New understanding of the way chikungunya virus protects mice against malaria could lead to improved patient care
Chikungunya virus (CHIKV) infection may reduce the severity of malaria, according to a discovery by A*STAR scientists, which could lead to the development of new malaria treatments.
Spread by different mosquito species in many tropical countries, the two infections commonly occur in tandem, recent studies have found. Cases of CHIKV have risen significantly in the last decade and co-infection with malaria is frequently misdiagnosed as malaria only.
As diagnosis methods improve, a better understanding of the effects of co-infection will help treatment options. Previous research by Laurent Rénia of the A*STAR Singapore Immunology Network (SIgN) has shown that 70-80 per cent of mice infected with the parasite Plasmodium berghei, widely used by scientists as a model of human malaria, die within six to 12 days.

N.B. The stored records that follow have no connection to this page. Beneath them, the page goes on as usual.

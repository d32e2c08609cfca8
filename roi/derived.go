package roi

import (
	"errors"
	"fmt"
	"math"
	"strings"

	"voxgamma/volume"
)

// Union returns the region made of regions together: a voxel's centre is
// inside when it is inside any of them, and its fraction is the largest of
// theirs (the union of partial volumes is at least the largest of them; the
// maximum is exact when they are nested and never counts an overlap twice).
// All regions must belong to grids of the same geometry. The result has
// Number 0 and Derived set to a description.
func Union(name string, kind Kind, regions []*Region) (*Region, error) {
	if len(regions) == 0 {
		return nil, fmt.Errorf("roi: union %q of no region", name)
	}
	first := regions[0]
	u := &Region{Name: name, Kind: kind, Box: emptyBox(), grid: first.grid, sizes: first.sizes}
	names := ""
	for q, r := range regions {
		if r.grid == nil || first.grid == nil || !r.grid.SameGeometry(first.grid) {
			return nil, fmt.Errorf("roi: union %q: ROI %q is on a different grid from ROI %q", name, r.Name, first.Name)
		}
		if q > 0 {
			names += ", "
		}
		names += r.Name
		u.Centres = volume.Union(&u.Centres, &r.Centres)
		u.Cover = unionCover(&u.Cover, &r.Cover)
		u.ContourCC += r.ContourCC
		u.OutsideCC += r.OutsideCC
	}
	// ContourCC and OutsideCC of a union are sums over its members: an
	// upper bound when members overlap.
	u.Derived = "union of " + names
	u.setBox()
	return u, nil
}

// AllTargets returns the union of the regions of kind Target, named
// "all targets", or nil when there is none.
func AllTargets(regions []*Region) (*Region, error) {
	return unionOfKind("all targets", Target, regions)
}

// BodyOf returns the union of the regions of kind Body (EXTERNAL contours),
// named "body", or nil when there is none.
//
// Neither AllTargets nor BodyOf returns a union of a single region that
// already bears the union's name (a structure set's one EXTERNAL ROI named
// "BODY"): it would be the same ROI listed twice, and a protocol naming
// roi:body finds that ROI itself.
func BodyOf(regions []*Region) (*Region, error) {
	return unionOfKind("body", Body, regions)
}

func unionOfKind(name string, kind Kind, regions []*Region) (*Region, error) {
	var sel []*Region
	for _, r := range regions {
		if r.Kind == kind && r.Derived == "" {
			sel = append(sel, r)
		}
	}
	if len(sel) == 0 || len(sel) == 1 && strings.EqualFold(strings.TrimSpace(sel[0].Name), name) {
		return nil, nil
	}
	return Union(name, kind, sel)
}

// Isodose returns the region of the voxels of ref whose dose is at least
// percent % of norm (Gy): centre inside and fraction 1 for each of them, 0
// elsewhere (NaN doses are never inside). The region is of kind Other and
// named like "isodose 50% of 60 Gy".
func Isodose(ref *volume.Grid, percent, norm float64, opt Options) (*Region, error) {
	if ref == nil {
		return nil, errors.New("roi: isodose of no grid")
	}
	if !(percent > 0) || math.IsInf(percent, 0) || !(norm > 0) || math.IsInf(norm, 0) {
		return nil, fmt.Errorf("roi: isodose %g %% of %g Gy: want a positive percentage of a positive normalisation dose", percent, norm)
	}
	if err := indexable(ref); err != nil {
		return nil, err
	}
	sizes, err := NewVoxelSize(ref, opt)
	if err != nil {
		return nil, err
	}
	level := percent / 100 * norm
	r := &Region{
		Name:    fmt.Sprintf("isodose %g%% of %.4g Gy", percent, norm),
		Kind:    Other,
		Derived: fmt.Sprintf("voxels of the reference dose ≥ %g Gy (%g %% of %g Gy)", level, percent, norm),
		Box:     emptyBox(),
		grid:    ref,
		sizes:   sizes,
	}
	for n, v := range ref.Data {
		if float64(v) >= level {
			r.Centres.Add(int32(n))
			r.Cover.add(int32(n), 1)
		}
	}
	r.setBox()
	return r, nil
}

// setBox recomputes Box from Centres and Cover.
func (r *Region) setBox() {
	r.Box = emptyBox()
	d := r.grid.Dims()
	for _, set := range [2]*volume.Runs{&r.Centres, &r.Cover.Voxels} {
		for _, run := range set.Runs() {
			r.Box.addRun(run, d)
		}
	}
}

// addRun widens the box to the voxels of run, on a grid of dimensions d. A
// run that spans rows covers every i; one that spans slices, every j.
func (b *Box) addRun(run volume.Run, d [3]int) {
	first, last := int(run.Start), int(run.End)-1
	i0, r0 := first%d[0], first/d[0]
	i1, r1 := last%d[0], last/d[0]
	j0, k0 := r0%d[1], r0/d[1]
	j1, k1 := r1%d[1], r1/d[1]
	if r1 > r0 {
		i0, i1 = 0, d[0]-1
	}
	if k1 > k0 {
		j0, j1 = 0, d[1]-1
	}
	b.add(i0, j0, k0)
	b.add(i1, j1, k1)
}
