package dicomsend

import (
	"bytes"
	"context"
	"errors"
	"fmt"
	"net"
	"os/exec"
	"path/filepath"
	"strconv"
	"strings"
	"time"
)

// DefaultCallingAETitle is the AE title voxgamma calls from.
const DefaultCallingAETitle = "VOXGAMMA"

// Destination is a DICOM node accepting C-STORE.
type Destination struct {
	// AETitle is the called AE title, Host a host name or IP address, Port
	// the TCP port.
	AETitle, Host string
	Port          int
	// CallingAETitle is the AE title voxgamma calls from;
	// DefaultCallingAETitle when empty.
	CallingAETitle string
}

// String writes the destination as AET@HOST:PORT.
func (d Destination) String() string {
	return d.AETitle + "@" + net.JoinHostPort(d.Host, strconv.Itoa(d.Port))
}

// CheckAETitle checks an AE title against the AE value representation
// (PS3.5 section 6.2): 1 to 16 characters of the default repertoire, no
// backslash, no control characters, not only spaces.
func CheckAETitle(ae string) error {
	switch {
	case strings.TrimSpace(ae) == "":
		return fmt.Errorf("AE title %q is empty", ae)
	case len(ae) > 16:
		return fmt.Errorf("AE title %q is longer than the 16 characters DICOM allows (PS3.5 6.2)", ae)
	}
	for _, r := range ae {
		if r < 0x20 || r > 0x7E || r == '\\' {
			return fmt.Errorf("AE title %q holds %q: DICOM allows printable ASCII without backslash (PS3.5 6.2)", ae, r)
		}
	}
	return nil
}

// ParseDestination reads AET@HOST:PORT (an IPv6 address in brackets:
// AET@[::1]:104).
func ParseDestination(s string) (Destination, error) {
	want := fmt.Errorf("%q: want AET@HOST:PORT, e.g. QA_ARCHIVE@10.0.0.5:104", s)
	at := strings.LastIndex(s, "@")
	if at <= 0 {
		return Destination{}, want
	}
	ae, hostport := s[:at], s[at+1:]
	if err := CheckAETitle(ae); err != nil {
		return Destination{}, fmt.Errorf("%q: %w", s, err)
	}
	host, port, err := net.SplitHostPort(hostport)
	if err != nil || host == "" || strings.HasPrefix(host, "-") || strings.ContainsAny(host, " \t\n") {
		return Destination{}, want
	}
	p, err := strconv.Atoi(port)
	if err != nil || p < 1 || p > 65535 {
		return Destination{}, fmt.Errorf("%q: port %q: want a number from 1 to 65535", s, port)
	}
	return Destination{AETitle: ae, Host: host, Port: p}, nil
}

// Program is the storescu program run by Send ("storescu" from the PATH).
var Program = "storescu"

// Available reports whether storescu can be run, and how to get it.
func Available() error {
	if _, err := exec.LookPath(Program); err != nil {
		return fmt.Errorf("dcmtk's %s is needed to send results over the network and was not found (%v); install it (Debian: apt-get install dcmtk)", Program, err)
	}
	return nil
}

// Timeouts of one Send, passed to storescu: to connect, for association
// messages (ACSE) and for each store (DIMSE), and for the whole run.
const (
	ConnectTimeout = 15 * time.Second
	ACSETimeout    = 30 * time.Second
	DIMSETimeout   = 120 * time.Second
	SendTimeout    = 10 * time.Minute
)

// Send sends the files to d in one association with storescu, proposing
// only the presentation contexts the files need. It returns an error naming
// the destination and what storescu said when any file was not stored.
func Send(ctx context.Context, d Destination, files []string) error {
	if len(files) == 0 {
		return nil
	}
	if err := Available(); err != nil {
		return err
	}
	calling := d.CallingAETitle
	if calling == "" {
		calling = DefaultCallingAETitle
	}
	if err := CheckAETitle(calling); err != nil {
		return fmt.Errorf("calling %w", err)
	}
	ctx, cancel := context.WithTimeout(ctx, SendTimeout)
	defer cancel()
	secs := func(t time.Duration) string { return strconv.Itoa(int(t / time.Second)) }
	args := []string{"--aetitle", calling, "--call", d.AETitle, "--required",
		"--timeout", secs(ConnectTimeout), "--acse-timeout", secs(ACSETimeout), "--dimse-timeout", secs(DIMSETimeout),
		d.Host, strconv.Itoa(d.Port)}
	// storescu has no end-of-options marker: absolute paths never start
	// with "-".
	for _, f := range files {
		abs, err := filepath.Abs(f)
		if err != nil {
			return fmt.Errorf("sending %s to %s: %w", f, d, err)
		}
		args = append(args, abs)
	}
	cmd := exec.CommandContext(ctx, Program, args...)
	var out bytes.Buffer
	cmd.Stdout, cmd.Stderr = &out, &out
	err := cmd.Run()
	if ctx.Err() != nil && err != nil {
		return fmt.Errorf("sending %d files to %s: storescu did not finish within %s", len(files), d, SendTimeout)
	}
	if err != nil {
		msg := lastLines(out.String(), 3)
		var ee *exec.ExitError
		if errors.As(err, &ee) && msg != "" {
			return fmt.Errorf("sending %d files to %s: storescu failed (exit %d): %s", len(files), d, ee.ExitCode(), msg)
		}
		return fmt.Errorf("sending %d files to %s: %v %s", len(files), d, err, msg)
	}
	return nil
}

// lastLines returns the last n non-empty lines of s, joined by "; ".
func lastLines(s string, n int) string {
	var lines []string
	for _, l := range strings.Split(s, "\n") {
		if l = strings.TrimSpace(l); l != "" {
			lines = append(lines, l)
		}
	}
	if len(lines) > n {
		lines = lines[len(lines)-n:]
	}
	return strings.Join(lines, "; ")
}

In a new study, a team led by Rénia and Lisa Ng, also of SIgN, showed similar results for mice infected with P. Berghei, both four days before and after being also infected with CHIKV. However, among another group simultaneously infected with both, close to 75 per cent survived for at least 26 days.
The researchers found that mice infected with both pathogens had lower levels of P. berghei in their brains and less damage to the blood brain barrier than those infected only with the malaria-causing parasite.
CD8+ T cells, a type of white blood cell, play important roles in the body's defenses against pathogens including malaria, using various methods to attack and kill infected or malignant cells. The team showed that levels of CD8+ T cells were lower in the brains of co-infected mice than in those of mice with malaria only, while remaining similar in the spleen.
Rénia and Ng went on to discover the complex chain of molecular events behind the protective effects of co-infection. Namely CD4+ T cells, which regulate immune responses, secrete a protein called interferon gamma, causing changes in levels of proteins involved in cell signaling and trafficking. This, in turn, reduces migration of CD8+ T cells to the brain, which, in the case of infection with malaria alone, can cause severe neurological damage.
This improved understanding of the mechanisms underlying the protective effect of CHIKV on malaria in mouse models could provide the basis for novel human therapies. "Targeting this same pathway to prevent or reduce CD8+ T cell migration to the brain could offer a new way to treat malaria," said Ng.